Implementing custom captions renderer for Android VideoView

From Android KitKat (API level 16), programmers can use ‘addSubtitleSource()’ on VideoView to add a WebVTT format subtitle track. That’s it. Nothing else to do. The native subtitle handler even automatically listens and changes drawing styles according to system accessibility caption settings. (FYI – System captions settings are under Settings->Accessibility->Captions) Awesome!

But only that it isn’t. Most of the application workflows have a captions button for the user to turn captions on/off. Unfortunately, there are no public member functions on VideoView control to allow the developer, in proxy of app user, to control captions visibility from within the app. All the developer can do is redirect the user to system accessibility page using ‘Intent’. Even then, the captions settings are global. Sure, if the user has permanent hearing disability, this is no problem. He/she would want to turn on caption for all the apps with one switch. Unfortunately, this is not always the case. Even a normal user may want to mute sound and watch the video with captions in a quiet environment. Then, the app will need a button within it for the user to toggle captions. Another, though minor, quirk is that ‘addSubtitleSource()’ works with WebVTT format. The ubiquitous captions format is SRT. This will require you to wire an intermediate converter (A simple SRT to WebVTT converter that I wrote for testing can be downloaded here). Hence, there is atleast two strong cases to implement a custom captions handler.

Android Custom Captions Renderer

1. Get an instance of internal MediaPlayer

The VideoView control has a private member object instance of MediaPlayer control and implements ‘addSubtitleSource()’ on top of it. So, the first plan of attack is getting an instance of this MediaPlayer object instance. One way of doing this is using Java’s reflection capabilities to call hidden member functions in VideoView class – i.e. ‘VideoView.class.getDeclaredMethod(“<Method name>”).invoke(<Params>)’. This, of course, is very ‘hacky’ and we want to stay away from this as much as we can in production code. Fortunately, there’s another way. If we create a new derived class from ‘VideoView’, we can override the ‘onPrepared()’ event and get an instance of its internal MediaPlayer object in the event listener’s function parameter. When this event fires, the video player has loaded the video and is ready to accept captions track. Using MediaPlayer’s ‘addTimedTextSource()’, we can add an external captions track. This can be SRT format.

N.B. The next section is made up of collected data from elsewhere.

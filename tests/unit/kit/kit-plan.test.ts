import loadHighs from "highs";
import { describe, expect, it } from "vitest";
import { checkStripPlan } from "@/lib/core/cutting/check-strip-plan";
import { createHighsSolver } from "@/lib/core/cutting/highs-solver";
import { STRIP_BUDGET } from "@/lib/core/cutting/plan-strips";
import { fabricsOf } from "@/lib/core/kit/kit-fabrics";
import { kitLengths } from "@/lib/core/kit/kit-lengths";
import { planKit, type KitPlanInput } from "@/lib/core/kit/kit-plan";
import { kitsAllowed } from "@/lib/core/kit/kits-allowed";
import { inches, length, PER_EIGHTH_YARD, yards, ZERO } from "@/lib/core/measure/length";
import type { PlanBolt } from "@/lib/core/piece/bolt-plan";
import type { CutPiece } from "@/lib/core/piece/cut-piece";
import type { AllowanceRules, PlanProgress } from "@/lib/core/piece/strip-plan";

const solver = createHighsSolver(() => loadHighs());
const rules: AllowanceRules = { straightening: inches(1), misCut: { kind: "percent", basisPoints: 0 }, shrinkAlong: 0, shrinkAcross: 0, endOfBolt: ZERO, sellingStep: length(PER_EIGHTH_YARD), leastCut: yards(0.25) };
const choices = [
  { fabric: "11", name: "Heron", usableWidth: inches(40) },
  { fabric: "12", name: "Reed", usableWidth: inches(42) },
];

function square(key: string, role: string, side: number, count: number): CutPiece {
  const size = inches(side);
  return { key, letter: key, name: `Square, ${side - 0.5} in`, role, count, finished: [], cut: [], method: { kind: "square", side: { exact: size, ruler: size } }, trimming: "sewn-as-cut", mayTurn: true };
}

const pieces = [square("A", "sky", 5, 16), square("B", "water", 5, 8), square("C", "reeds", 10, 4)];

function inputOf(fabricOf: Record<string, string>, list: readonly CutPiece[] = pieces): KitPlanInput {
  const fabrics = fabricsOf(list, fabricOf, choices);
  if (!fabrics.ok) throw new Error(fabrics.fault.message);
  return { fabrics: fabrics.value, allowance: rules, budget: STRIP_BUDGET, system: "yards" };
}

describe("the fabrics of a kit", () => {
  it("hold the pieces of every role that is put to them", () => {
    const fabrics = fabricsOf(pieces, { sky: "11", water: "11", reeds: "12" }, choices);
    expect(fabrics).toMatchObject({ ok: true, value: [{ fabric: "11", roles: ["sky", "water"], pieces: [{ key: "A" }, { key: "B" }] }, { fabric: "12", roles: ["reeds"], pieces: [{ key: "C" }] }] });
  });

  it("must be chosen for every role", () => {
    expect(fabricsOf(pieces, { sky: "11" }, choices)).toMatchObject({ fault: { code: "role-without-fabric", message: "No fabric is put to water and reeds. Choose one for each role.", facts: { roles: ["water", "reeds"] } } });
    expect(fabricsOf(pieces, { sky: "11", water: "11", reeds: "99" }, choices)).toMatchObject({ fault: { code: "unknown-fabric", facts: { fabric: "99" } } });
    expect(fabricsOf([square("A", "constructor", 5, 1)], {}, choices)).toMatchObject({ fault: { code: "role-without-fabric" } });
  });
});

describe("a kit's plan", () => {
  it("lays two roles of one fabric on the same strips, and comes to lengths", async () => {
    const planned = await planKit(inputOf({ sky: "11", water: "11", reeds: "12" }), solver);
    if (!planned.ok) throw new Error(planned.fault.message);
    const [heron, reed] = planned.value.fabrics;
    // 24 squares of 5 in, 8 across 40 in: 3 strips, 15 in; with 1 in of straightening 16 in, rounded up to 18.
    expect(heron).toMatchObject({ roles: ["sky", "water"], plan: { status: "optimal", length: inches(15) }, allowance: { cutLength: yards(0.5) } });
    expect(reed).toMatchObject({ plan: { length: inches(10) }, allowance: { cutLength: yards(0.375) } });
    for (const each of planned.value.fabrics) expect(checkStripPlan(each.plan, each.blanks)).toEqual([]);
    expect(kitLengths(planned.value.fabrics)).toEqual([
      { fabric: "11", name: "Heron", length: yards(0.5), plannedWidth: inches(40) },
      { fabric: "12", name: "Reed", length: yards(0.375), plannedWidth: inches(42) },
    ]);
  });

  it("is the same for the same input, and tells how far it is", async () => {
    const said: PlanProgress[] = [];
    const input = inputOf({ sky: "11", water: "12", reeds: "12" });
    const first = await planKit(input, solver, { progress: (progress) => said.push(progress) });
    expect(await planKit(input, solver)).toEqual(first);
    expect(said.every(({ done }, at) => done >= (said[at - 1]?.done ?? 0) && done <= 1)).toBe(true);
  });

  it("names the fabric that cannot be planned, with both widths", async () => {
    const planned = await planKit(inputOf({ wide: "11" }, [{ ...square("A", "wide", 5, 1), method: { kind: "square", side: { exact: inches(41), ruler: inches(41) } } }]), solver);
    expect(planned).toMatchObject({ ok: false, fault: { code: "piece-too-wide" } });
    if (!planned.ok) expect(planned.fault.message).toMatch(/^Heron: .*41 in.*40 in/);
  });
});

describe("the kits that the bolts allow", () => {
  const bolt = (given: Partial<PlanBolt> & { tag: string }): PlanBolt => ({ fabric: "11", lot: "A", usableWidth: inches(42), cutEdge: ZERO, endsAt: yards(3), flaws: [], reserved: [], shelfOrder: 0, ...given });
  const lengths = [
    { fabric: "11", name: "Heron", length: yards(0.5), plannedWidth: inches(40) },
    { fabric: "12", name: "Reed", length: yards(0.375), plannedWidth: inches(42) },
  ];

  it("are those of the fabric that allows the fewest", async () => {
    const bolts = [bolt({ tag: "B1" }), bolt({ tag: "B2", fabric: "12", endsAt: yards(1.5), reserved: [{ length: yards(0.5), count: 1 }], shelfOrder: 1 })];
    expect(await kitsAllowed({ lengths, bolts, straightening: ZERO, saleableRemnant: inches(18) }, { nodes: 10_000 })).toMatchObject({
      ok: true,
      value: { kits: 2, atMost: 2, limiting: "12", allows: [{ fabric: "11", kits: 6 }, { fabric: "12", kits: 2 }] },
    });
  });

  it("are none where no bolt is there or none is wide enough, with the reason", async () => {
    const none = await kitsAllowed({ lengths, bolts: [bolt({ tag: "B1" })], straightening: ZERO, saleableRemnant: ZERO }, { nodes: 10_000 });
    expect(none).toMatchObject({ ok: true, value: { kits: 0, reason: "No bolt of Reed is on the shelf." } });
    const narrow = await kitsAllowed({ lengths, bolts: [bolt({ tag: "B1" }), bolt({ tag: "B2", fabric: "12", usableWidth: inches(41) })], straightening: ZERO, saleableRemnant: ZERO }, { nodes: 10_000 });
    expect(narrow).toMatchObject({ ok: true, value: { kits: 0 } });
    if (narrow.ok) expect(narrow.value.reason).toContain("Plan the kit anew on the width there is.");
  });
});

2. Handle special condition where caption file is on the network

If your captions file is on the network though, we have another hurdle to jump. The function accepts only local file path or a local file descriptor so we have to download the captions to a local file in a temp directory and then add code to handle file clean up when it is no longer needed. If your code fails to properly cleanup, you will be cluttering user’s precious storage space. Alternatively, we could go another path by using ‘MemoryFile’. MemoryFile is a file mapped into memory used for inter-process communication. Nice thing about this is that the system takes care of the file maintenance part while we just read/write to memory. Using Java’s reflection capabilities we can call hidden member ‘getFileDescriptor()’ on MemoryFile to get a ‘FileDescriptor’ to use with ‘addTimedTextSource()’. I would argue that though ‘getFileDescriptor()’ is hidden, it is safe to call it. It ties directly with underlying Linux API and there isn’t any reason for Android  framework to change or remove this function in the future.

3. Rendering caption on specific time

When you set a listener using ‘MediaPlayer.setOnTimedTextListener()’, we have only asked MediaPlayer to notify us using ‘onTimedText’ event when caption text start/end timing is reached on playback. We still have to put a TextView on top of VideoView to show the captions. This can be done easily in the video activity. When the listener handler is invoked, it will have a ‘TimedText’ object on its function parameter. The ‘getText()’ method of this parameter will return the caption text to be rendered at this playback time. If the end time for a caption is reached, this will return a null string. Then, we just hide the TextView captions text control. There is also a ‘getBounds()’ method in the ‘TimedText’ object. Optionally, this may be a non-null ‘Rect’ object. This is a valid Rect object when the input captions file contains positioning information. A rigorous implementation will use this bounds by moving TextView accordingly. One case where this may be used is when an object/person important to the video’s subject matter is on the bottom part of the video which is usually occluded by the captions text.


The native SRT parser is confused by subtitle information blocks where there is sequence and timing information but the captions text is empty. For instance, as in caption sequence 2 below:

00:00:00,000 --> 00:00:00,100
Caption text 1

00:00:01,200 --> 00:00:02,000

00:00:04,000 --> 00:00:06,000
Caption text 3

One way to fix this is by replacing the ‘\r\n\r\n\r\n’ (assuming Windows style line break) after the end time in sequence 2 with ‘\r\n{Any non-white space character here}\n\r\n’.